With one sitting week to go before the pre-budget hiatus, there is a growing sense around the halls of power that Malcolm Turnbull is finally starting to get somewhere.
A less unfavourable Newspoll on Monday helped. It is a measure of how dire things had got – and a reminder of the importance of expectation management in politics – that trailing Labor by four points has somehow put a spring in the government's step.
It's the trend that matters at this stage of the cycle and an upward move not only breaks the descent, it suggests continued improvement can at least be hoped for.
As always, much will turn on the budget. But experience of the politically tremulous Turnbull operation, suggests its success will turn as much on the period leading up to it.
A repeat of the 2016 shemozzle, where bold tax reform ideas were floated and sunk within days of each other, would be enough to wreck the budget politically, even if its measures were themselves well designed.
On top of the poll, Coalitionists feel last week's internal resolution of the long-festering 18C versus free speech row, has given the Prime Minister some degree of protection on his right flank where critics were mustering with lethal intent.
Of course, the term "internal resolution" is used advisedly here. Let's be clear. There was never any electoral pressure to "fix" the nation's alleged free speech deficit.
Thus, neutering section 18C of the Racial Discrimination Act following a disreputable, frequently sub-intellectual, debate that had studiously avoided mention of the pro-free-speech section, 18D, should be seen for what it was: a triumph of elite frenzy over the common good, an ideological solution in search of a practical problem.
Don't take the word of a Canberra bubble-dweller. Listen to the gritty regional truths of a rough-hewn conservative, Barnaby Joyce: "It is an issue, but I'll be frank, it lives in the extremities of the bell curve. Where do you meet those people [who care about 18C]? At party meetings. They are absolutely blessed people and they are terribly politically involved and they have an intense interest in some of the minutiae of debate. They come into your office to rant and rave about it, all four of them."
Bullseye. Labor obviously thought so, which is why Tony Burke read the Deputy Prime Minister's words into Hansard.
As late as Monday evening, most Coalitionists attending a full ministry meeting knew nothing of Turnbull's decision to accommodate the salon-right of his party on 18C, interpreting his stated desire to "move on" from same-sex and 18C, as simply his wish to get back to the budget – oh, and running down South Australia and Victoria over renewable energy.
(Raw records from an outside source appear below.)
# ---------------------------------------------------------------------------- the drop-in loop
@pytest.mark.parametrize("fallback", ["sgd", "adam"])
@pytest.mark.parametrize("structure", STRUCTURES)
@pytest.mark.parametrize("fisher", FISHERS)
def test_ordinary_loop_works_and_leaves_the_users_gradients_alone(fisher, structure, fallback):
    model = small_cnn()
    plain = copy.deepcopy(model)  # same weights, no optimizer attached
    loss_fn = nn.CrossEntropyLoss()
    opt = quiet_optimizer(model, loss_fn, fisher=fisher, structure=structure, fallback=fallback, lr=0.1,
                          stats_interval=2, inverse_interval=2)
    x, y = image_batch()
    global_rng = torch.get_rng_state()
    losses = []
    for _ in range(6):
        opt.zero_grad()
        loss = loss_fn(model(x), y)
        loss.backward()  # the only backward the user writes
        plain.zero_grad()
        plain_loss = loss_fn(plain(x), y)
        plain_loss.backward()
        assert torch.equal(loss, plain_loss)
        for p, q in zip(model.parameters(), plain.parameters()):
            assert torch.equal(p.grad, q.grad)
        opt.step()
        losses.append(loss.item())
        with torch.no_grad():
            for p, q in zip(model.parameters(), plain.parameters()):
                q.copy_(p)
    assert set(opt.blocks) == {"0", "3", "4", "6"}
    assert all(block.has_statistics and block.has_inverse for block in opt.blocks.values())
    assert losses[-1] < losses[0]
    assert opt.diagnostics()["step"] == 6 and opt.diagnostics()["skipped_steps"] == 0
    # Sampled targets come from the optimizer's private generator (ngopt/optimizer.py docstring).
    assert torch.equal(torch.get_rng_state(), global_rng)


@pytest.mark.parametrize("fisher", ["sampled", "exact"])
@pytest.mark.parametrize("loss_fn,target", [
    (nn.MSELoss(reduction="sum"), lambda rows: torch.randn(rows, 3, dtype=DTYPE)),
    (nn.BCEWithLogitsLoss(), lambda rows: torch.randint(0, 2, (rows, 3)).to(DTYPE)),
], ids=["mse-sum", "bce"])
def test_extra_backward_does_not_touch_the_gradients_for_other_criteria(fisher, loss_fn, target):
    model = small_cnn()
    plain = copy.deepcopy(model)
    opt = quiet_optimizer(model, loss_fn, fisher=fisher)
    x, _ = image_batch()
    y = target(x.shape[0])
    loss_fn(model(x), y).backward()
    loss_fn(plain(x), y).backward()
    for p, q in zip(model.parameters(), plain.parameters()):
        assert torch.equal(p.grad, q.grad)
    opt.step()
    assert all(block.has_statistics for block in opt.blocks.values())


# ---------------------------------------------------------------------------- statistics by hand
def mlp_statistics_by_hand(model, inputs):
    """Exact-Fisher statistics of one micro-batch for ``Linear -> Tanh -> Linear`` with ``MSELoss()``.

    The loss is ``L = c sum_n |f_n - y_n|^2`` with ``c = 1 / (N * d_out)`` and output Hessian
    ``2 I`` per example; ``J_n = W2 diag(1 - tanh(s_n)^2)`` is the Jacobian of the output with
    respect to the first layer's pre-activation.  K-FAC (Martens & Grosse 2015, eq. 1-3):
    ``A = mean_n a a^T`` and ``G = c sum_n J_n^T (2 I) J_n``; the Fisher diagonal of a
    linear layer is ``c sum_n diag(J_n^T 2 J_n) (a_n * a_n)^T``.
    """
    first, second = model[0], model[2]
    rows, d_out = inputs.shape[0], second.out_features
    c = 1.0 / (rows * d_out)
    with torch.no_grad():
        hidden = torch.tanh(inputs @ first.weight.T + first.bias)
        jacobian = second.weight.unsqueeze(0) * (1 - hidden ** 2).unsqueeze(1)        # [N, d_out, hidden]
        output_curvature = 2.0 * torch.einsum("noh,nok->nhk", jacobian, jacobian)    # J^T H J per example
        a_first, a_second = with_ones(inputs), with_ones(hidden)
        eye_out = torch.eye(d_out, dtype=DTYPE).expand(rows, d_out, d_out)
        stats = {}
        for name, a, curvature in (("0", a_first, output_curvature), ("2", a_second, 2.0 * eye_out)):
            stats[name] = {
                "in_sum": a.T @ a, "rows": rows,
                "factor_out": c * curvature.sum(0),
                "fisher_diagonal": c * torch.einsum("nhh,nd->hd", curvature, a * a),
            }
    return stats


def step_with_micro_batches(model, opt, micro_batches):
    opt.zero_grad()
    for x, y in micro_batches:
        nn.MSELoss()(model(x), y).backward()
    opt.step()


@pytest.mark.parametrize("structure", STRUCTURES)
def test_gradient_accumulation_uses_every_micro_batch(structure):
    model = tanh_mlp()
    opt = quiet_optimizer(model, nn.MSELoss(), fisher="exact", structure=structure)
    micro = [regression_batch(5, seed=1), regression_batch(7, seed=2)]
    by_hand = [mlp_statistics_by_hand(model, x) for x, _ in micro]
    step_with_micro_batches(model, opt, micro)
    for name, block in opt.blocks.items():
        state = opt.state[block.layer.weight]
        first, second = by_hand[0][name], by_hand[1][name]
        if structure != "diag":  # EKFAC keeps K-FAC's factors for its eigenbasis
            expected_in = (first["in_sum"] + second["in_sum"]) / (first["rows"] + second["rows"])
            torch.testing.assert_close(state["factor_in"], expected_in, rtol=1e-10, atol=1e-13)
            expected_out = 0.5 * (first["factor_out"] + second["factor_out"])
            torch.testing.assert_close(state["factor_out"], expected_out, rtol=1e-10, atol=1e-13)
        else:
            expected = 0.5 * (first["fisher_diagonal"] + second["fisher_diagonal"])
            torch.testing.assert_close(state["fisher_diagonal"], expected, rtol=1e-10, atol=1e-13)
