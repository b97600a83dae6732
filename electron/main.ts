// The Electron main process: one window per project, each showing the renderer from
// the app's own scheme, with every intent answered by the shared handlers
// (handlers.ts). Kept thin on purpose: the window options, the Content-Security-Policy,
// the scheme's answers, the permission, navigation and sender policies, the menu, the
// close prompt, the window's remembered place and the choice of window for a file are
// plain functions in shell/ that are tested without Electron; this file only wires
// them to Electron's events. Project files are chosen in Electron's dialogs
// (places/dialog-places.ts), or handed over by the system (a double-clicked project
// file); each window remembers the files its user answered.
import { app, BrowserWindow, dialog, ipcMain, Menu, protocol, screen, session, shell, type MenuItemConstructorOptions, type WebContents } from 'electron';
import { join } from 'node:path';
import { APP_NAME, APP_VERSION } from './app-identity.ts';
import { channelFor, INTENT_NAMES, MENU_COMMAND_CHANNEL, type MenuMessage, type ProjectState } from './api-contract.ts';
import { invokeHandler } from './handlers.ts';
import { HandlerError } from './handler-error.ts';
import { projectAccess, type HostContext, type ProjectAccess } from './host-context.ts';
import { dialogPlaces } from './places/dialog-places.ts';
import { appDataFolder, untitledRecoveryFolder } from './places/app-data-folder.ts';
import { RecentProjects, recentProjectsPath } from './places/recent-projects.ts';
import { PROJECT_EXTENSION } from './io/project/project-schema.ts';
import { FONT_FILE_EXTENSION } from './io/font/write-font-file.ts';
import { APP_ENTRY_URL, APP_SCHEME, APP_SCHEME_PRIVILEGES } from './shell/app-origin.ts';
import { answerAppRequest } from './shell/app-protocol.ts';
import { windowOptions } from './shell/window-options.ts';
import { placeWindow, readWindowState, windowStatePath, writeWindowState, type WindowBounds } from './shell/window-state.ts';
import { allowsNavigation, allowsRequest, allowsWebview, grantsPermission, isTrustedSender, UNTRUSTED_SENDER_MESSAGE, windowOpenAnswer } from './shell/web-policies.ts';
import { menuTemplate, type MainAction, type MenuEntry } from './shell/menu-template.ts';
import { closeAnswerFor, closeNeedsAnswer, closePromptOptions } from './shell/close-prompt.ts';
import { windowFor } from './shell/window-choice.ts';
import { projectFilesIn } from './shell/launch-files.ts';
import { userGuidePath } from './shell/user-guide.ts';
So when the PM told a subsequent cabinet meeting he proposed to scotch "offend", "insult", and "humiliate" from the act, to replace them with "harass", hardliners were delighted.
Turnbull's pragmatism was informed by his recognition that there was no moving on from 18C in the minds on right-wing zealots, no silencing these people without trying for the change they demanded even if blockage in the Senate was likely. It was gesture politics in service of gesture politics. But it was smart too. Turnbull reasoned "why should I lose skin opposing the change when the Senate can take the rap?"
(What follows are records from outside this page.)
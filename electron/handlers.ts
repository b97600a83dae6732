// The host's handlers: plain functions, one per intent, shared by the Electron main
// process, the browser-mode host and the tests. They never touch Electron, so they
// run and are tested in plain Node. Every intent has its own argument check, run
// before its handler.
import { APP_NAME, APP_VERSION } from './app-identity.ts';
import { INTENT_NAMES, type AppInfo, type HostIntents, type IntentName } from './api-contract.ts';
import { HandlerError } from './handler-error.ts';
import type { HostContext } from './host-context.ts';
import { projectArguments } from './project-arguments.ts';
import { fontArguments } from './font-arguments.ts';
import { buildProofFont, exportFont } from './font-handlers.ts';
import { openDemo } from './demo-handlers.ts';
import { autosaveProject, discardRecoveredWork, findRecoveredWork, listProjects, listRecentProjects, openProject, openRecentProject, saveProject, saveProjectAs } from './project-handlers.ts';
import { closeWindow, projectStateArguments, reportProjectState } from './window-handlers.ts';
import { importScan } from './scan-import-handler.ts';
import { decodeScan, decodeScanArguments } from './scan-decode-handler.ts';

export type { HostContext } from './host-context.ts';

type Handler<K extends IntentName> = (
  args: HostIntents[K]['args'],
  context: HostContext,
) => Promise<HostIntents[K]['result']> | HostIntents[K]['result'];

type HandlerTable = { [K in IntentName]: Handler<K> };

function appInfo(_args: Record<string, never>, context: HostContext): AppInfo {
  return { name: APP_NAME, version: APP_VERSION, host: context.host, platform: process.platform, demoOffered: context.demoFolder !== null };
}

const HANDLERS: HandlerTable = {
  appInfo,
  listProjects,
  openProject,
  saveProject,
  saveProjectAs,
  autosaveProject,
  findRecoveredWork,
  discardRecoveredWork,
  buildProofFont,
  exportFont,
  openDemo,
  listRecentProjects,
  openRecentProject,
  importScan,
  decodeScan,
  reportProjectState,
  closeWindow,
};

/** Argument checks per intent; each returns the validated arguments or throws. */
const VALIDATORS: { [K in IntentName]: (raw: unknown) => HostIntents[K]['args'] } = {
  appInfo: (raw) => expectEmptyObject('appInfo', raw),
  listProjects: (raw) => expectEmptyObject('listProjects', raw),
  openProject: (raw) => projectArguments('openProject', raw),
  saveProject: (raw) => projectArguments('saveProject', raw),
  saveProjectAs: (raw) => projectArguments('saveProjectAs', raw),
  autosaveProject: (raw) => projectArguments('autosaveProject', raw),
  findRecoveredWork: (raw) => projectArguments('findRecoveredWork', raw),
  discardRecoveredWork: (raw) => projectArguments('discardRecoveredWork', raw),
  buildProofFont: (raw) => fontArguments('buildProofFont', raw),
  exportFont: (raw) => fontArguments('exportFont', raw),
  openDemo: (raw) => expectEmptyObject('openDemo', raw),
  listRecentProjects: (raw) => expectEmptyObject('listRecentProjects', raw),
  openRecentProject: (raw) => projectArguments('openRecentProject', raw),
  importScan: (raw) => expectEmptyObject('importScan', raw),
  decodeScan: (raw) => decodeScanArguments(raw),
  reportProjectState: (raw) => projectStateArguments(raw),
  closeWindow: (raw) => expectEmptyObject('closeWindow', raw),
};

function expectEmptyObject(intent: string, raw: unknown): Record<string, never> {
  if (raw === undefined || raw === null) return {};
  if (typeof raw !== 'object' || Array.isArray(raw) || Object.keys(raw).length > 0) {
    throw new HandlerError('bad-arguments', `The request "${intent}" takes no arguments, but some were sent. This is a bug in the app: please report it.`);
  }
  return {};
}

function isIntentName(name: string): name is IntentName {
  return (INTENT_NAMES as readonly string[]).includes(name);
}

/**
 * Validates `rawArgs` for the named intent and runs its handler.
 * Throws `HandlerError` for an unknown intent or bad arguments; never runs a
 * handler on unvalidated input.
 */
export async function invokeHandler(name: string, rawArgs: unknown, context: HostContext): Promise<unknown> {
  if (!isIntentName(name)) {
    throw new HandlerError('unknown-intent', `The app asked its host for "${name}", which it does not offer. This is a bug in the app: please report it.`);
  }
  return dispatch(name, rawArgs, context);
}

async function dispatch<K extends IntentName>(name: K, rawArgs: unknown, context: HostContext): Promise<HostIntents[K]['result']> {
  const args = VALIDATORS[name](rawArgs);
  const handler = HANDLERS[name] as Handler<K>;
  return handler(args, context);
}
Voters might see it differently though.
This charade is Turnbull's lot now as he governs between an inflexible party room and a bemused electorate. We see it on company tax cuts, where despite his "jobs and growth" mantra, only those cuts at the small business end can pass the Senate.
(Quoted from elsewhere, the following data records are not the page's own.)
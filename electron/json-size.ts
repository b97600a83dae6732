// How large an argument would be as JSON, estimated from above without building the
// JSON: the intents that carry a project or a font refuse a huge argument before
// validating it, so a runaway page cannot make the host spend long on it.

/** Characters a number, boolean or null may take in JSON, at most (a double's longest spelling, about 24). */
const SCALAR_JSON_CHARACTERS = 24;

/**
 * Whether `raw` would take more than `limit` characters as JSON, estimated from above
 * by walking it (strings by length, every value, key and separator counted) and
 * stopping as soon as the limit is passed, so a huge argument costs little to refuse.
 * Shared or cyclic parts (possible through structured clone) count once per visit
 * of the object holding them, and a cycle is walked once.
 */
export function exceedsJsonSize(raw: unknown, limit: number): boolean {
  let total = 0;
  const seen = new Set<object>();
  const pending: unknown[] = [raw];
  while (pending.length > 0) {
    const value = pending.pop();
    if (typeof value === 'string') total += value.length + 2;
    else if (typeof value !== 'object' || value === null) total += SCALAR_JSON_CHARACTERS;
    else if (seen.has(value)) total += SCALAR_JSON_CHARACTERS;
    else {
      seen.add(value);
      if (Array.isArray(value)) {
        total += value.length + 2;
        for (const item of value) pending.push(item);
      } else {
        for (const [key, item] of Object.entries(value)) {
          total += key.length + 4;
          pending.push(item);
        }
      }
    }
    if (total > limit) return true;
  }
  return false;
}
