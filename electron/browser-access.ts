// Who may use the browser-mode host: only a page of its own origin, on this machine,
// holding this run's key. The host listens on the loopback interface only (no other
// machine can connect); on top of that every request must
//  - name the host as 127.0.0.1:<port> (a page whose domain was re-pointed at
//    127.0.0.1, "DNS rebinding", sends its own name and is refused),
//  - come from no other origin (a page elsewhere sends its Origin, and its browser
//    says "cross-site" or "same-site" in Sec-Fetch-Site: both refused), and
//  - carry the run's key, a random token made at start: as the first segment of the
//    path (the address `npm start` prints, http://127.0.0.1:PORT/KEY/) or in the
//    x-stemline-token header (scripts and the browser tests). Other programs and
//    users of the machine can reach the port but do not know the key.
import { randomBytes, timingSafeEqual } from 'node:crypto';

/** Random bytes in a run's key: 256 bits, far beyond guessing (OWASP's Session Management Cheat Sheet asks at least 64 bits of entropy; from memory). */
const TOKEN_BYTES = 32;

/** How a key is spelled: base64url of TOKEN_BYTES bytes (43 characters), or a key given to the host of at least 32 such characters. */
export const TOKEN_PATTERN = /^[A-Za-z0-9_-]{32,128}$/;

/** The header scripts send the key in. */
export const TOKEN_HEADER = 'x-stemline-token';

/** A new key for one run of the host. */
export function newRunToken(): string {
  return randomBytes(TOKEN_BYTES).toString('base64url');
}

/** The parts of a request the check reads. */
export interface RequestFacts {
  /** The request's path and query, as sent. */
  url: string;
  headers: Record<string, string | string[] | undefined>;
}

export type AccessVerdict =
  /** Served: `path` is the request path with the key taken off (always starting with "/"). */
  | { allowed: true; path: string }
  | { allowed: false; status: 403 | 421; message: string };

function single(value: string | string[] | undefined): string | undefined {
  return Array.isArray(value) ? value[0] : value;
}

function sameKey(presented: string, expected: string): boolean {
  const a = Buffer.from(presented);
  const b = Buffer.from(expected);
  return a.length === b.length && timingSafeEqual(a, b);
}

/** The message a refused request gets: what was wrong and what to do. */
const NO_KEY_MESSAGE = 'This address needs the key of this run of Stemline. Open the full address "npm start" printed in its terminal (it ends in the key).';

/**
 * Whether the request may be served by the host at `authority` ("127.0.0.1:5731") whose
 * run key is `token`. Misdirected (421, RFC 9110 §15.5.20) when the Host header names
 * another host; forbidden (403) for another origin or a missing or wrong key.
 */
export function checkAccess(request: RequestFacts, authority: string, token: string): AccessVerdict {
  const host = single(request.headers.host);
  if (host !== authority) {
    return { allowed: false, status: 421, message: `Stemline answers only at http://${authority}/ (this request named ${JSON.stringify(host ?? '')}). Open the address "npm start" printed.` };
  }
  const origin = single(request.headers.origin);
  if (origin !== undefined && origin !== `http://${authority}`) {
    return { allowed: false, status: 403, message: 'Stemline answers only its own page, not pages of other sites or ports.' };
  }
  const fetchSite = single(request.headers['sec-fetch-site']);
  if (fetchSite === 'cross-site' || fetchSite === 'same-site') {
    return { allowed: false, status: 403, message: 'Stemline answers only its own page, not pages of other sites or ports.' };
  }
  const path = request.url.split('?')[0] ?? '/';
  const header = single(request.headers[TOKEN_HEADER]);
  if (header !== undefined) {
    return sameKey(header, token) ? { allowed: true, path } : { allowed: false, status: 403, message: NO_KEY_MESSAGE };
  }
  const match = /^\/([^/]+)(\/.*)?$/.exec(path);
  if (match === null || !sameKey(match[1] ?? '', token)) return { allowed: false, status: 403, message: NO_KEY_MESSAGE };
  // The page's address is /KEY/: without the trailing slash its relative asset URLs would lose the key.
  return { allowed: true, path: match[2] ?? '' };
}
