// The font intents' handlers: build the project's font in memory for the proof, and
// export it as an .otf file to a place the user chose (the save dialog, or a name in
// the browser workspace, the same rules as saving a project). The font is written
// by electron/io/font/ from the glyphs the renderer assembled; a source that cannot
// make a valid font is refused with the writer's message, naming the glyph.
import { basename } from 'node:path';
import { stat } from 'node:fs/promises';
import type { ExportedFont, FontContent, HostIntents, ProofFont } from './api-contract.ts';
import type { HostContext } from './host-context.ts';
import { HandlerError } from './handler-error.ts';
import { fileFailure } from './file-failure.ts';
import { OutlineError } from '../core/outline/index.ts';
import { FontError } from './io/font/font-error.ts';
import type { FontSource } from './io/font/font-model.ts';
import { writeOtf } from './io/font/write-font.ts';
import { FONT_FILE_EXTENSION } from './io/font/write-font-file.ts';
import { writeFileAtomic } from './io/atomic-write.ts';
import { fontSourceFromProject } from './io/project/font-from-project.ts';
import { repeatedCharacterProblem } from './repeated-glyph-characters.ts';

type Args<K extends keyof HostIntents> = HostIntents[K]['args'];

/** The space, which the writer adds to every font that has none (prepare-glyphs.ts). */
const SPACE = ' ';

/** The font source for `content`, or a HandlerError 'font-build' saying what to change. */
function sourceOf(content: FontContent): FontSource {
  // Two letters with one character: said by the letters' numbers on the sheet, not by glyph numbers (repeated-glyph-characters.ts).
  const repeated = repeatedCharacterProblem(content.glyphs);
  if (repeated !== null) throw new HandlerError('font-build', `The font could not be built: ${repeated}`);
  try {
    return fontSourceFromProject(content);
  } catch (error) {
    throw buildFailure(error);
  }
}

function buildFailure(error: unknown): unknown {
  if (error instanceof FontError) {
    const where = error.glyph === undefined ? '' : ` (glyph "${error.glyph}")`;
    return new HandlerError('font-build', `The font could not be built${where}: ${error.message}`);
  }
  if (error instanceof OutlineError) {
    return new HandlerError('font-build', `The font could not be built: an outline is damaged (${error.message}). Undo the last edit, or refit the letter.`);
  }
  return error;
}

/** The font file's bytes for `source`, or a HandlerError 'font-build'. */
function fontBytes(source: FontSource): Uint8Array {
  try {
    return writeOtf(source);
  } catch (error) {
    throw buildFailure(error);
  }
}

/** Every character `source`'s font maps: its glyphs' characters and the space. */
function mappedCharacters(source: FontSource): string[] {
  const characters = new Set<string>([SPACE]);
  for (const glyph of source.glyphs) {
    for (const character of glyph.characters ?? (glyph.character === '' ? [] : [glyph.character])) characters.add(character);
  }
  return [...characters].sort((a, b) => a.codePointAt(0)! - b.codePointAt(0)!);
}

/** The name a save dialog suggests: the font's family name as a file name. */
function suggestedFontName(content: FontContent): string {
  const base = content.font.familyName.replace(/[/\\:*?"<>|\u0000-\u001f]+/g, ' ').trim() || 'Untitled';
  return `${base}${FONT_FILE_EXTENSION}`;
}

async function exists(path: string): Promise<boolean> {
  return stat(path).then(() => true, () => false);
}

export function buildProofFont(args: Args<'buildProofFont'>, _context: HostContext): ProofFont {
  const source = sourceOf(args);
  const bytes = fontBytes(source);
  return { base64: Buffer.from(bytes.buffer, bytes.byteOffset, bytes.byteLength).toString('base64'), characters: mappedCharacters(source) };
}

export async function exportFont(args: Args<'exportFont'>, context: HostContext): Promise<ExportedFont | null> {
  // The font is built before the user is asked where to put it, so a font that
  // cannot be built is reported at once and no dialog is shown in vain.
  const source = sourceOf(args);
  const bytes = fontBytes(source);
  let path: string | null;
  try {
    path = await context.projects.places.chooseToExportFont(args.name, suggestedFontName(args));
  } catch (error) {
    throw fileFailure(error, 'export the font to', 'the chosen file');
  }
  if (path === null) return null;
  const name = basename(path);
  const replaced = await exists(path);
  try {
    await writeFileAtomic(path, bytes);
  } catch (error) {
    throw fileFailure(error, 'export the font to', name);
  }
  return { name, path, replaced };
}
Marriage equality had its version, too, with the plebiscite pursued vigorously in Parliament, even with its fate in the Senate known.
Clearly, the pro-equality Turnbull hoped he would be able to leave it at that. But as Mark Wahlberg's character in Deepwater Horizon reminds us just minutes before a colossal oil platform blowout, "Hope's not a strategy."
The political shelf-life of the same-sex manouevre has lasted only months, before beginning to stink up the government fridge.
So much so that even hardline marriage equality opponents such as Peter Dutton are discussing a plan B. Anything to unlock the problem that threatens to dog Turnbull all the way to the next election.
Dutton has even floated the idea of a voluntary postal vote as a non-legislative path to satisfying the plebiscite commitment. It's a radical idea, and procedurally non-viable. But it is indicative of the recognition that Turnbull is in a bind between hardliners in his party room, who will not allow a parliamentary vote, and majority public opinion.
The budget challenge of tax-and-spend options is bad enough without such distractions. And that's before we even get to the fight Turnbull has just started with ethnic communities on allowing so-called hate speech. That alone could sink the government.
Or the fact Turnbull and Treasurer Scott Morrison have already started to shift the housing problem back towards the states after initially flagging that an affordability package would be a central feature in this budget.
Mark Kenny is national affairs editor.